# TASK BRIEF:
Each line of the listing below, from the very first to the one that contains "one a day. */", is to be retyped exactly as it stands.

# TASK DATA:
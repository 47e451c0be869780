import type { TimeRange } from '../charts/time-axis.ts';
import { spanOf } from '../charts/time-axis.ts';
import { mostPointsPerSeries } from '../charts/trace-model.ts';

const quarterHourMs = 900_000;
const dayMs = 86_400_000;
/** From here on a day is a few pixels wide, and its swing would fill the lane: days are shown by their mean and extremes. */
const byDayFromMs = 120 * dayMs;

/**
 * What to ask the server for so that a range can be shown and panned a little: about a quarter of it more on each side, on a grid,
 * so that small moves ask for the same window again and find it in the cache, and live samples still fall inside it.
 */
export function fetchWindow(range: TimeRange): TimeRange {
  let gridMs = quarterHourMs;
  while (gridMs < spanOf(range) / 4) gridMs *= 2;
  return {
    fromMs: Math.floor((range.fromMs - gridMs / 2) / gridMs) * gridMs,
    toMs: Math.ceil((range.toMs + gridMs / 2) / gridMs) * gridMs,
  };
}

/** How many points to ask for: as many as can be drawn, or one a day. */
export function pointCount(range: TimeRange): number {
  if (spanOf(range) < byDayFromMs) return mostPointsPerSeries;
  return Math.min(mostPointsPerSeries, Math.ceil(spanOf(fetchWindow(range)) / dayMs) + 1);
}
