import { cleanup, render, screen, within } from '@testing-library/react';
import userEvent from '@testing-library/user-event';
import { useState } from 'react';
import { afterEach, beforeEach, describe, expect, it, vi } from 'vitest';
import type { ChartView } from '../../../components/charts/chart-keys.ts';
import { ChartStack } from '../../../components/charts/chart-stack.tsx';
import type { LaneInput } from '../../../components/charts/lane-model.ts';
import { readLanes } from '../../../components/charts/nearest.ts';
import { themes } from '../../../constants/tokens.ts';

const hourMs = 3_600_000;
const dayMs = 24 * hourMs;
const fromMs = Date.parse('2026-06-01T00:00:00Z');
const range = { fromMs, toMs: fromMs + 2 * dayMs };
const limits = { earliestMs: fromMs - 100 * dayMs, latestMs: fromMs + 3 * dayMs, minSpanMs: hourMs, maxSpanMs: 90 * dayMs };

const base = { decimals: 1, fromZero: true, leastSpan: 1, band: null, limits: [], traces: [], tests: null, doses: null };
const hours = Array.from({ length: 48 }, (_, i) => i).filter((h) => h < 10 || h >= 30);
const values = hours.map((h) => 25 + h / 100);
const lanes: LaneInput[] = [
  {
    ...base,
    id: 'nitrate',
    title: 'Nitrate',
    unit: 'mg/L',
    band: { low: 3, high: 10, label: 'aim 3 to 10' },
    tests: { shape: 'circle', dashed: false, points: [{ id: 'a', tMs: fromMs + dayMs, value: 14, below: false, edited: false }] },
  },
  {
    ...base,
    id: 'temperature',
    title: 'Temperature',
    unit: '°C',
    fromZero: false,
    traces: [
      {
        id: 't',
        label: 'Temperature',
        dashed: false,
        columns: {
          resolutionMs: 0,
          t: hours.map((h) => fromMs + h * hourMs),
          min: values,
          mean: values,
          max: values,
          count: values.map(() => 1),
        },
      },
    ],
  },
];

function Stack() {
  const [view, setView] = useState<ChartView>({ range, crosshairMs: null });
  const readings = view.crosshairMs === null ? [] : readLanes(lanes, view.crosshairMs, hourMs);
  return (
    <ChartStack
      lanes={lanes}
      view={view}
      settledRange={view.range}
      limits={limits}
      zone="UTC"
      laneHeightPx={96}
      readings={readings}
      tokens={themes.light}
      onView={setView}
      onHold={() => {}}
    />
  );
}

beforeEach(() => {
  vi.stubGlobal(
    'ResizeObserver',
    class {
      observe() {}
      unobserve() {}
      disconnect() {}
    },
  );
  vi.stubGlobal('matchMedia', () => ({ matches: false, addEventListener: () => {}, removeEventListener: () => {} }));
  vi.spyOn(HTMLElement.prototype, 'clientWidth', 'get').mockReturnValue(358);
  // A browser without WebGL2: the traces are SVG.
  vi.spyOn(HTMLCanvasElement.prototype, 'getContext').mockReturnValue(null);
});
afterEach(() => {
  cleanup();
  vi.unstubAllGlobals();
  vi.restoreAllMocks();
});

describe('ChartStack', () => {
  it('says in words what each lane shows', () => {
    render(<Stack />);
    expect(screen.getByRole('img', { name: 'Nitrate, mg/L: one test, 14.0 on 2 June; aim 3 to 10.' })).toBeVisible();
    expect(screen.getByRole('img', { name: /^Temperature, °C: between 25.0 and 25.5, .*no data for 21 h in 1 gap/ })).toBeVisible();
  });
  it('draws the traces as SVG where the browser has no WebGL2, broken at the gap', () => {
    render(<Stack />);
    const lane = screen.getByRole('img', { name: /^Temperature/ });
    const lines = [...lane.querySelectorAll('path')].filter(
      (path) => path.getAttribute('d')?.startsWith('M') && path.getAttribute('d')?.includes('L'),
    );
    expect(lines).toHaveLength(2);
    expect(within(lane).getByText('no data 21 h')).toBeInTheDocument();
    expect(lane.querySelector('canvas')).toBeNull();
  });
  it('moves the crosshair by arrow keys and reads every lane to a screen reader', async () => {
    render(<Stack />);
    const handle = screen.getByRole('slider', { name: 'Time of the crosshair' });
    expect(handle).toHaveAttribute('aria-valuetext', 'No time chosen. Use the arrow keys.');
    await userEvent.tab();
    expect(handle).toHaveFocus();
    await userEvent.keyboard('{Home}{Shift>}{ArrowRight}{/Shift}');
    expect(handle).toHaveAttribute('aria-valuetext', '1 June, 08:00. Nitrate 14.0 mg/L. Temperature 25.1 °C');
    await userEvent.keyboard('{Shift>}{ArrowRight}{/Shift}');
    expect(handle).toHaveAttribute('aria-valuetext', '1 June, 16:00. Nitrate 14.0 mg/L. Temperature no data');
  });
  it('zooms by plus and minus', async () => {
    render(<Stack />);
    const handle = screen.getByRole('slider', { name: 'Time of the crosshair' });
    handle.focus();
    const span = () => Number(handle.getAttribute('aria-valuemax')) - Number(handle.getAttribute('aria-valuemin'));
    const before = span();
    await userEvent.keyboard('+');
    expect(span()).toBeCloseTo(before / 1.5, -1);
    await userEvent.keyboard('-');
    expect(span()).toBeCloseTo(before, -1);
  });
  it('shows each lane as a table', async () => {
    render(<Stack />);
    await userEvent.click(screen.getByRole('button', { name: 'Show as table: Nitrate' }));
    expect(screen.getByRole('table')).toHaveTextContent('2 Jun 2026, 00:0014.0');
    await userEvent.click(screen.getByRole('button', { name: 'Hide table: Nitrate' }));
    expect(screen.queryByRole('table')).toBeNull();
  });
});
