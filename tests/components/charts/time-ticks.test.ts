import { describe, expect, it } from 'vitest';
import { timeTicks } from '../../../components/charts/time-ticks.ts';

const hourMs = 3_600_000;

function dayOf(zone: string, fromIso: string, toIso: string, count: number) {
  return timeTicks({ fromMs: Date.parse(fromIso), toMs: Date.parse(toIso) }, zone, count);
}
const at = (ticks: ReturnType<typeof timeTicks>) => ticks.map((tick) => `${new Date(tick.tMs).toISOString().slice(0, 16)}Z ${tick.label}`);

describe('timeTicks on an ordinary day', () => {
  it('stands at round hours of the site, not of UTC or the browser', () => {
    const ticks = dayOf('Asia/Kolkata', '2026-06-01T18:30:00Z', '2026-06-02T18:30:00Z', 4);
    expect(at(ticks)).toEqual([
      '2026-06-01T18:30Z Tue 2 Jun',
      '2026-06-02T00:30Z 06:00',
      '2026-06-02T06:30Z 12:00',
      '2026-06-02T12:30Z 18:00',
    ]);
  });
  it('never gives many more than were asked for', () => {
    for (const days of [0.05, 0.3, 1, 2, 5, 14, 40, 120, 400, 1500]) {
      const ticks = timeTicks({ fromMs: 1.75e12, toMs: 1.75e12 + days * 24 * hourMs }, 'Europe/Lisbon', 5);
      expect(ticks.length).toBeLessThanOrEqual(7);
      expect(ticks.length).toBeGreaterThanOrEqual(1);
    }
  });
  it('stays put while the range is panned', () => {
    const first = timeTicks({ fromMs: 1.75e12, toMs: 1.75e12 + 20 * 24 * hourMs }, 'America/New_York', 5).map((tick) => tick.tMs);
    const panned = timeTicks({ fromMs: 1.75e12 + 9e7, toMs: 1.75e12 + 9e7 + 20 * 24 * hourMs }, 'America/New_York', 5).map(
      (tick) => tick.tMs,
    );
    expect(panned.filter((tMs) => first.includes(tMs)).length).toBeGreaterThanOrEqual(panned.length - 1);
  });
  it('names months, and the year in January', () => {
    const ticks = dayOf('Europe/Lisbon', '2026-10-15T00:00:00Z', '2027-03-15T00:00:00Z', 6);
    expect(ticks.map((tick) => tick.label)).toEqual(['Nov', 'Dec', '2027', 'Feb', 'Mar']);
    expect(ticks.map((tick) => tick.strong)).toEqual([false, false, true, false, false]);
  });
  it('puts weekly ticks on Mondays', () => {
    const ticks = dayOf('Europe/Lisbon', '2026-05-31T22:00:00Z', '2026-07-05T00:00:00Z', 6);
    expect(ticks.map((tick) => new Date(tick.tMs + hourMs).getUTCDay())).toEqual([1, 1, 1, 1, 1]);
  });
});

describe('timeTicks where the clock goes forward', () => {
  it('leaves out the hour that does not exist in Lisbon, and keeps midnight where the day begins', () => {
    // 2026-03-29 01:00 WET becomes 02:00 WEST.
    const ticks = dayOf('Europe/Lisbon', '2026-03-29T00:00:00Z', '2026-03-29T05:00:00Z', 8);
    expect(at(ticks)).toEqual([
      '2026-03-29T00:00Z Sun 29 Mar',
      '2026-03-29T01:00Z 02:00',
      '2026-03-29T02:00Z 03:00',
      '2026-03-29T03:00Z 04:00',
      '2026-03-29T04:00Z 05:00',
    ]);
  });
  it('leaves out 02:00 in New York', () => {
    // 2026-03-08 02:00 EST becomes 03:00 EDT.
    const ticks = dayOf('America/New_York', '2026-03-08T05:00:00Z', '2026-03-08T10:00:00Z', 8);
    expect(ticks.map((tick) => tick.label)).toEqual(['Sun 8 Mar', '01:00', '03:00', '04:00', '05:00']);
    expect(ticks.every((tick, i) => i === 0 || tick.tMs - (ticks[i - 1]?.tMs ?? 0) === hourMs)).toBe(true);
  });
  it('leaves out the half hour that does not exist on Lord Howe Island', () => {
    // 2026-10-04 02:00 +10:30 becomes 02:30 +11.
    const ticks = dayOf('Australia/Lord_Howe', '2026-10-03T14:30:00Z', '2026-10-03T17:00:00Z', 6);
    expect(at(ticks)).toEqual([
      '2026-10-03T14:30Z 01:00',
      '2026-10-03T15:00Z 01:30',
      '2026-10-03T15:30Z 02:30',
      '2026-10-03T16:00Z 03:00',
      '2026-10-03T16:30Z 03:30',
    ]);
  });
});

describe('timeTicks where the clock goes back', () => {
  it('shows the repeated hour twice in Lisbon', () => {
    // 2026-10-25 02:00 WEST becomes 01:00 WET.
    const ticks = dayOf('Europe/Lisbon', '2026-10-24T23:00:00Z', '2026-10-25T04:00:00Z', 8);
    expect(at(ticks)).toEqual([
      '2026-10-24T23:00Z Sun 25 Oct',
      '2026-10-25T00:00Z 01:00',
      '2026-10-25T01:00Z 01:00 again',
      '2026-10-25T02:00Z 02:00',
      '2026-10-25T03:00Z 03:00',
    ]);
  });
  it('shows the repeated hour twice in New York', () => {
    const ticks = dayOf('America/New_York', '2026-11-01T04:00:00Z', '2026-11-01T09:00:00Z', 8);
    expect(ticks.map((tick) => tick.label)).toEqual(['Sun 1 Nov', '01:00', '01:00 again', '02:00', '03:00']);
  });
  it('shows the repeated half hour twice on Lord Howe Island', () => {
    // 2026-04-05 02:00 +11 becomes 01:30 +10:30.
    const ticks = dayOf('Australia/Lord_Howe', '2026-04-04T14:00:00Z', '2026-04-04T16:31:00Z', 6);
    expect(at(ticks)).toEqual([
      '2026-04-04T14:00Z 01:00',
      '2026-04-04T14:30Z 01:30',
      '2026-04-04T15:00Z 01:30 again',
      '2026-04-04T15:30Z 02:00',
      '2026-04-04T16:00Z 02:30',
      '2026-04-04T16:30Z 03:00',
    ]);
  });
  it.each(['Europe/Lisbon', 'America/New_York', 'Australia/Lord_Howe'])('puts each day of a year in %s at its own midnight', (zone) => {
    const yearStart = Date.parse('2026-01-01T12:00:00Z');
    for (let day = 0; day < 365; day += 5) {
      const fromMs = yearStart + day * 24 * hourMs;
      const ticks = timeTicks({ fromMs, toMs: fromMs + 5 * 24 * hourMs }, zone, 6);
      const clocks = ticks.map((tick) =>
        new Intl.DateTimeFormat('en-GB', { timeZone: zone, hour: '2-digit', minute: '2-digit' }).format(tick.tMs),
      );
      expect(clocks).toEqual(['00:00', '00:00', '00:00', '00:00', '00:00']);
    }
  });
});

# TASK SOLUTION:
repository 47e451c0be869780
import type { TimeRange } from '../charts/time-axis.ts';
import { spanOf } from '../charts/time-axis.ts';
import { mostPointsPerSeries } from '../charts/trace-model.ts';

const quarterHourMs = 900_000;
const dayMs = 86_400_000;
/** From here on a day is a few pixels wide, and its swing would fill the lane: days are shown by their mean and extremes. */
const byDayFromMs = 120 * dayMs;

/**
 * What to ask the server for so that a range can be shown and panned a little: about a quarter of it more on each side, on a grid,
 * so that small moves ask for the same window again and find it in the cache, and live samples still fall inside it.
 */
export function fetchWindow(range: TimeRange): TimeRange {
  let gridMs = quarterHourMs;
  while (gridMs < spanOf(range) / 4) gridMs *= 2;
  return {
    fromMs: Math.floor((range.fromMs - gridMs / 2) / gridMs) * gridMs,
    toMs: Math.ceil((range.toMs + gridMs / 2) / gridMs) * gridMs,
  };
}

/** How many points to ask for: as many as can be drawn, or one a day. */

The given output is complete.